Lo que le enseña la naturaleza le parece preferible a lo que le enseña el hombre. Para él un árbol sabe más que un libro; y una estrella enseña más que una universidad; y una hacienda es un evangelio. (Martí, 242)

            Emerson buscaba, con esta aproximación del hombre a la naturaleza, una identidad cultural norteamericana que le permitiera distanciarse de la égida europea, constituida por sus raíces religiosas calvinistas, así como por una dominante huella en la literatura y las artes. El trascendentalismo, de hecho, constituyó un renacimiento cultural norteamericano, opuesto al influjo europeizante. Esa búsqueda de identidad cultural y política es una constante en el pensamiento martiano con respecto al destino de su continente, escindido por una mutilada cultura indígena, el predominio de la estructura colonialista de gobierno y el reto ante la avanzada capitalista, encabezada por el vecino del norte. Martí valora la democracia norteamericana; pero no deja de refutar todo tipo de imitación extranjera en las repúblicas latinoamericanas, pues cree firmemente que éstas deben basarse en sus componentes autóctonos, que para él no era más que la creación de un gobierno que armonizara con la naturaleza de su pueblo.

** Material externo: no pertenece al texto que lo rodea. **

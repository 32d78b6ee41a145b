"""What transistors do together: pairs, mirrors, active loads, push-pull followers, feedback around a stage."""

from __future__ import annotations

import re
from collections.abc import Sequence

from tauledger.circuit import GROUND
from tauledger.hand.elements import Cell
from tauledger.hand.equivalent import EquivalentCircuit
from tauledger.hand.roles import leaves_at, role_of

COUPLED = {"base": "emitter-coupled pair", "gate": "source-coupled pair", "input": "pair with one common terminal"}
SERIES = re.compile(r"r_[a-z]+\((\w+)\)")
FOLLOWER = "follower"
FOLLOWS = 0.5


def arrangement(
    circuit: EquivalentCircuit, cell: Cell, node: str, before: str | None, earlier: Sequence[Cell]
) -> tuple[str, ...]:
    """Say in words what stands around the cell that brings the signal from node `before` to `node`.

    earlier: the cells of the stages before. Darlington: the first transistor's emitter drives the second, and both
    collectors are one node. Complementary pair: the first one's collector drives the second, whose collector is the
    first one's emitter.
    """
    told: list[str] = []
    for other in circuit.cells:
        if other is cell:
            continue
        into, out, common = (outer(circuit, end) for end in (cell.control, cell.output, cell.common))
        o_out, o_common = outer(circuit, other.output), outer(circuit, other.common)
        if o_common == into != GROUND and o_out == out:
            told.append(f"Darlington with {other.owner}")
        elif o_out == into != GROUND and o_common == out != GROUND:
            told.append(f"complementary pair with {other.owner}")
        elif _shares_tail(circuit, cell, other) and common != node:
            told.append(f"{COUPLED.get(cell.words[0], COUPLED['input'])} with {other.owner}")
        elif o_out == node and outer(circuit, cell.output) == node:
            role = role_of(circuit, other)
            if role in ("diode-connected", "current mirror output"):
                told.append(f"{'diode' if role == 'diode-connected' else 'mirror'} load {other.owner}")
            elif role == "without signal":
                told.append(f"active load {other.owner}")
        elif _pushes_and_pulls(circuit, cell, other) and node in _reached(circuit, common):
            told.append(f"push-pull with {other.owner}")
    return (*dict.fromkeys(told), *_feedback(circuit, cell, node, before, earlier))


def beyond(circuit: EquivalentCircuit, node: str) -> tuple[str, ...]:
    """Give the nodes that one resistor separates from a node: a follower's output behind its emitter resistor."""
    if node == GROUND:
        return ()
    far = (circuit.resistors[k].other(node) for k in circuit.resistors_at.get(node, ()))
    return tuple(end for end in far if end != GROUND)


def bootstrapped(circuit: EquivalentCircuit, node: str, far: str) -> bool:
    """Say whether a transistor makes the far end of a resistor follow the node by more than half: it carries less."""
    if far == GROUND or not FOLLOWS < circuit.gain(node, far) < 1.0:
        return False
    following = [cell for cell in circuit.cells if outer(circuit, leaves_at(circuit, cell) or GROUND) == far]
    return any(outer(circuit, cell.control) == node for cell in following)


def follows_as_one(around: Sequence[str]) -> bool:
    """Whether the stage is a complementary pair, which works as one follower."""
    return any(told.startswith("complementary pair") for told in around)


def _feedback(
    circuit: EquivalentCircuit, cell: Cell, node: str, before: str | None, earlier: Sequence[Cell]
) -> list[str]:
    """Name the resistors that lead from this stage back to an input or an emitter (source) before it."""
    targets: dict[str, str] = {}
    if before is not None:
        targets[before] = f"to {before}"
    for one in (*earlier, cell):
        targets.setdefault(outer(circuit, one.control), f"to the {one.words[0]} of {one.owner}")
    for one in earlier:
        targets.setdefault(outer(circuit, one.common), f"to the {one.words[1]} of {one.owner}")
    ends = dict.fromkeys((node, outer(circuit, cell.common)))
    told = []
    for end in ends:
        for k in circuit.resistors_at.get(end, ()) if end != GROUND else ():
            resistor = circuit.resistors[k]
            far = resistor.other(end)
            forward = far == before and outer(circuit, leaves_at(circuit, cell) or GROUND) != end and end == node
            if far in targets and far not in (GROUND, end) and not forward and resistor.name[:2] not in ("r_", "(r"):
                told.append(f"feedback {targets[far]} through {resistor.name}")
    return list(dict.fromkeys(told))


def _pushes_and_pulls(circuit: EquivalentCircuit, cell: Cell, other: Cell) -> bool:
    """Two followers of opposite polarity (npn and pnp, n- and p-channel) that lead to one live node."""
    if {cell.kind[:1], other.kind[:1]} != {"n", "p"}:
        return False
    joint = _reached(circuit, outer(circuit, cell.common)) & _reached(circuit, outer(circuit, other.common))
    return bool(joint - {GROUND}) and all(FOLLOWER in role_of(circuit, one) for one in (cell, other))


def _reached(circuit: EquivalentCircuit, node: str) -> set[str]:
    return {node, *beyond(circuit, node)}


def _shares_tail(circuit: EquivalentCircuit, cell: Cell, other: Cell) -> bool:
    """Two cells of one kind on one live common node, directly or each through one resistor, driven at two nodes."""
    if (cell.words, cell.kind) != (other.words, other.kind) or outer(circuit, cell.control) == outer(
        circuit, other.control
    ) != GROUND:
        return False
    tails = [_tail(circuit, one) for one in (cell, other)]
    return tails[0] == tails[1] != GROUND


def _tail(circuit: EquivalentCircuit, cell: Cell) -> str:
    """Give the node in which the common terminal ends, through its own series resistance and one resistor alone."""
    node = cell.common
    for _ in range(2):
        resistors = circuit.resistors_at.get(node, ())
        if node == GROUND or len(resistors) != 1 or len(circuit.cells_at.get(node, ())) != 1:
            return node
        node = circuit.resistors[resistors[0]].other(node)
    return node


def device_of(name: str) -> str:
    """Give the device that a series resistance belongs to: "r_c(Q1)" → "Q1"; other names as they are."""
    inner = SERIES.fullmatch(name)
    return inner.group(1) if inner else name


def outer(circuit: EquivalentCircuit, node: str) -> str:
    """Give the netlist's node of a device's terminal for its inner node; any other node as it is."""
    return next((t.outer for t in circuit.terminals if t.inner == node and t.outer != node), node)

Cuando leemos el ensayo sobre el poeta Walt Whitman, descubrimos el carácter análogo de la poesía whitmaniana con muchos de los planteamientos de Martí. El poeta de Manhattan, al que Emerson acoge como a un hijo, es el hacedor de una nueva poesía, reveladora de la fuerza desbordante de la naturaleza. Martí descubre en la obra y vida de Whitman la exégesis del hombre natural, que, en su comunión con la naturaleza, le da sentido a la vida y, por tanto, lo convierte en un ser relevante, como podemos constatar en el siguiente pasaje de este ensayo:

El ama a los humildes, a los caídos, a los heridos, hasta los malvados. No desdeña a los grandes porque para él sólo son grandes los útiles. Echa el brazo por el hombro a los carreros, a los marineros, a los labradores. Caza y pesca con ellos, y en la siega sube con ellos al tope del carro cargado. Más bello que un emperador triunfante le parece el negro vigoroso que, apoyado en la lanza detrás de sus percherones, guía su carro sereno por el revuelo Broadway. El entiende todas las virtudes, recibe todos los premios, trabaja en todos los oficios, sufre con todos los dolores. (Martí, 266)

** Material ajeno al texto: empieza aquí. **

class InductorFacts(Struct, frozen=True):
    """One inductor that is short at mid-band, in the upper budget: `time_constant_s` is L/R by hand, beside it exact.

    title: as the trade says it. source: where R by hand comes from, as in `Working`; text: how.
    """

    part: str
    title: str
    in_path: bool
    henry: float
    resistance_hand_ohm: float
    resistance_exact_ohm: float
    time_constant_s: float
    time_constant_exact_s: float
    source: str
    text: str


class TenPercent(Struct, frozen=True):
    """Band edges recomputed with this part 10 % smaller, bias frozen."""

    f_high_hz: float | None
    f_low_hz: float | None


class PartRow(Struct, frozen=True):
    """One capacitance, inductance, transcapacitance (four nodes: output pair, control pair) or line (near, far pair).

    klass, "class" in JSON: short, open, gain, tuned, line. edge_hz: 1/(2πRC) of a coupling or bypass capacitor;
    zero_hz: the zero that it makes alone. time_constant_s = resistance_exact_ohm · value. aid: a measuring aid, open
    or short by its size: without share, and in no table.
    """

    name: str
    owner: str
    kind: str
    nodes: tuple[str, ...]
    value: float
    klass: str = field(name="class")
    in_path: bool
    weight: float | None
    resistance_hand_ohm: float | None
    resistance_exact_ohm: float | None
    time_constant_s: float | None
    edge_hz: float | None
    zero_hz: float | None
    share: EdgePair
    ten_percent_less: TenPercent
    aid: bool = False


class UpperBudget(Struct, frozen=True):
    """Sums over the upper network, in s: over all open parts, −Σ1/p, over the rows that count, weighted, and the
    phase slope."""

    sum_s: float
    inverse_pole_sum_s: float
    path_sum_s: float | None
    weighted_sum_s: float
    group_delay_s: float


class LowerBudget(Struct, frozen=True):
    """Sums over the lower network in Hz: short-circuit time constants, and −Σp/2π; None where an all-capacitor
    loop exists."""

    sum_hz: float | None
    pole_sum_hz: float | None


class Budget(Struct, frozen=True):
    """Both time-constant budgets; None where the reference has no plateau."""

    upper: UpperBudget | None
    lower: LowerBudget | None


class Owner(Struct, frozen=True):
    """A part that a pole depends on: d ln|p| / d ln(value), sign turned so that "owns all of it" is 1."""

    part: str
    share: float


class PoleFacts(Struct, frozen=True):
    """One pole (of a complex pair the one above the axis). hand_hz: |p|/2π by the formula named in `hand_formula`.

    effect: change of the band edge in per unit if the pole were absent (None where it is not near the band).
    hidden: cancelled by a zero.
    f0_hz, q: of a complex pair.
    """

    real_hz: float
    imag_hz: float
    hand_hz: float | None
    hand_formula: str
    effect: float | None
    owners: tuple[Owner, ...]
    cancelled: bool = False
    f0_hz: float | None = None
    q: float | None = None


class ZeroFacts(Struct, frozen=True):
    """One zero in Hz (of a complex pair the one above the axis)."""

    real_hz: float
    imag_hz: float
    cancelled: bool = False


class Stage(Struct, frozen=True):
    """One node that all signal crosses, in signal order, with the gain from the one before it.

    around: what its transistor does with others, and feedback around it, in words. why: the reason where hand and exact
    gain differ by more than 2 %. image: in a balanced circuit the same node of the other half.
    """

    node: str
    role: str
    owner: str
    gain_hand: float | None
    gain_exact: float | None
    elements: tuple[str, ...]
    around: tuple[str, ...] = ()
    why: str = ""
    image: str = ""


class Figure(Struct, frozen=True):
    """One figure of a device's operating point: trade symbol (i_c, v_ce, gm, r_pi, r_o, c_pi, c_mu, f_t), value,
    unit."""

    symbol: str
    value: float
    unit: str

Cuando leemos varios de los escritos martianos, podemos dar constancia de su empatía con la cosmovisión whitmaniana. En su ensayo Nuestra América, Martí hace una apología del hombre natural latinoamericano; es decir, del indígena, del campesino que cultiva la tierra y es explotado, del negro que fue arrancado de su matriz africana, para sufrir en continente ajeno los rigores de la esclavitud, pero que ahora forma parte de Nuestra América. Martí se apoya en la poesía de Whitman para reivindicar lo autóctono, así como la integración de los hombres humildes al proyecto de las repúblicas latinoamericanas. En la biografía de Jorge Mañach, Martí, El Apóstol, nos enteramos de las diferencias de Martí con algunas personalidades de la élite cubana, entre ellos los autonomistas, quienes temían una venganza de las personas de la raza negra, una vez lograda la independencia. En la misma biografía, Mañach nos relata la relación que se establece entre Martí y personas de clase humilde, como los tabaqueros de Tampa y Cayo Hueso. En la poesía de Whitman se consigna la voz de todo un pueblo, de la misma forma que en el discurso de Martí, Con todos y para el bien de todos, se proclama el carácter democrático del ideario martiano.

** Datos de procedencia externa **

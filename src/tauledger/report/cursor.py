"""The frequency cursor of the page: what it says at each of its places, every number worked out there, none between.

Its places are frequencies of the sweep: from mid-band up those at which Miller's factor is known, elsewhere thinned.
"""

from __future__ import annotations

import cmath
import json
import math

from msgspec import Struct

from tauledger.record import MillerCurve, Review
from tauledger.report.shown import MOST_DEG, Shown, edge_places, midband_deg, shown
from tauledger.report.wording import NO_NUMBER, number, part_titles

EVERY = 3
# From here on three digits would be written with a power of ten.
THOUSAND = 999.5


class Factor(Struct, frozen=True):
    """One capacitance between two nodes: its part, its title, the node from which it is seen, 1 − K at mid-band."""

    part: str
    title: str
    node: str
    midband: str


class Cursor(Struct, frozen=True):
    """What the page shows at one frequency after the other.

    start: the place to begin at, next to f_H. curves: the responses by name. factors: the capacitances.
    places: as a fraction of the frequency axis (k,). texts: at each place the frequency, then gain and phase of every
    curve, then size and angle of every 1 − K.
    """

    start: int
    curves: tuple[str, ...]
    factors: tuple[Factor, ...]
    places: tuple[float, ...]
    texts: tuple[tuple[str, ...], ...]

    @property
    def data(self) -> str:
        """Give places and texts as JSON that may stand inside a script."""
        rows = {"places": [round(place, 5) for place in self.places], "texts": self.texts}
        return json.dumps(rows, ensure_ascii=False, separators=(",", ":")).replace("<", "\\u003c")


def cursor(review: Review) -> Cursor | None:
    """Give the cursor; None where there is no response to read."""
    seen = shown(review, exact=True)
    if seen is None or not seen.curves:
        return None
    curves = review.miller.curves if review.miller is not None else ()
    known = review.miller.frequency_hz if review.miller is not None else ()
    titles, rows = part_titles(review.parts), {node.name: node.title for node in review.nodes}
    at = _places(seen, known)
    log = [math.log(hz) for hz in (seen.first_hz, seen.last_hz)]
    edge = dict(edge_places(review)).get("f_H", review.midband.frequency_hz or seen.first_hz)
    return Cursor(
        start=min(range(len(at)), key=lambda k: abs(math.log(seen.frequency_hz[at[k]] / edge))),
        curves=tuple(curve.label.partition(",")[0] for curve in seen.curves),
        factors=tuple(
            Factor(curve.part, titles.get(curve.part, curve.part), _seen_from(curve, rows), _size(curve.factor))
            for curve in curves
        ),
        places=tuple((math.log(seen.frequency_hz[k]) - log[0]) / (log[1] - log[0]) for k in at),
        texts=tuple(_texts(seen, k, curves, known, midband_deg(review)) for k in at),
    )


def _places(seen: Shown, known: tuple[float, ...]) -> list[int]:
    """Choose among the shown frequencies those with a factor, and every third of those outside of their range."""
    wanted = set(known)
    ends = (known[0], known[-1]) if known else (math.inf, -math.inf)
    return [
        k for k, hz in enumerate(seen.frequency_hz) if (hz in wanted if ends[0] <= hz <= ends[1] else k % EVERY == 0)
    ]


def _seen_from(curve: MillerCurve, rows: dict[str, str]) -> str:
    return rows.get(curve.row, curve.row) if curve.node == curve.row else curve.node


def _texts(
    seen: Shown, k: int, curves: tuple[MillerCurve, ...], known: tuple[float, ...], midband: float
) -> tuple[str, ...]:
    """Write what is known there; the turns of a phase far from mid-band are not counted between two frequencies."""
    texts = [number(seen.frequency_hz[k], "Hz")]
    for curve in seen.curves:
        beyond = curve.phase_deg[k] - midband
        phase = f"{_signed(curve.phase_deg[k], 1)}°" if abs(beyond) <= MOST_DEG else NO_NUMBER
        texts += [_level(curve.magnitude_db[k]), phase]
    there = known.index(seen.frequency_hz[k]) if seen.frequency_hz[k] in known else None
    for row in curves:
        if there is None:
            texts += [NO_NUMBER, NO_NUMBER]
            continue
        size, angle = cmath.polar(complex(row.factor_real[there], row.factor_imag[there]))
        texts += [_size(size), f"{_signed(math.degrees(angle), 0)}°"]
    return tuple(texts)


def _size(factor: float) -> str:
    return f"{factor:.0f}" if abs(factor) >= THOUSAND else number(factor, "", 3)


def _level(db: float) -> str:
    return f"{_signed(db, 2)} dB"


def _signed(value: float, decimals: int) -> str:
    """Write with a true minus, and no minus before a zero."""
    text = f"{value:.{decimals}f}"
    return text.replace("-", "−" if float(text) else "")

            En el ensayo sobre Whitman, Martí declara:

¿Quién es el ignorante que mantiene que la poesía no es indispensable a los pueblos? Hay gentes de tan corta vista mental, que creen que toda fruta se acaba en la cáscara. La poesía, que congrega o disgrega, que fortifica o angustia, que apuntala o derriba las almas, que da o quita a los hombres la fe y el aliento es más necesaria a los pueblos que la industria misma, pues ésta les proporciona el modo de subsistir; mientras que aquella les da el deseo y la fuerza de la vida. (Martí, 261)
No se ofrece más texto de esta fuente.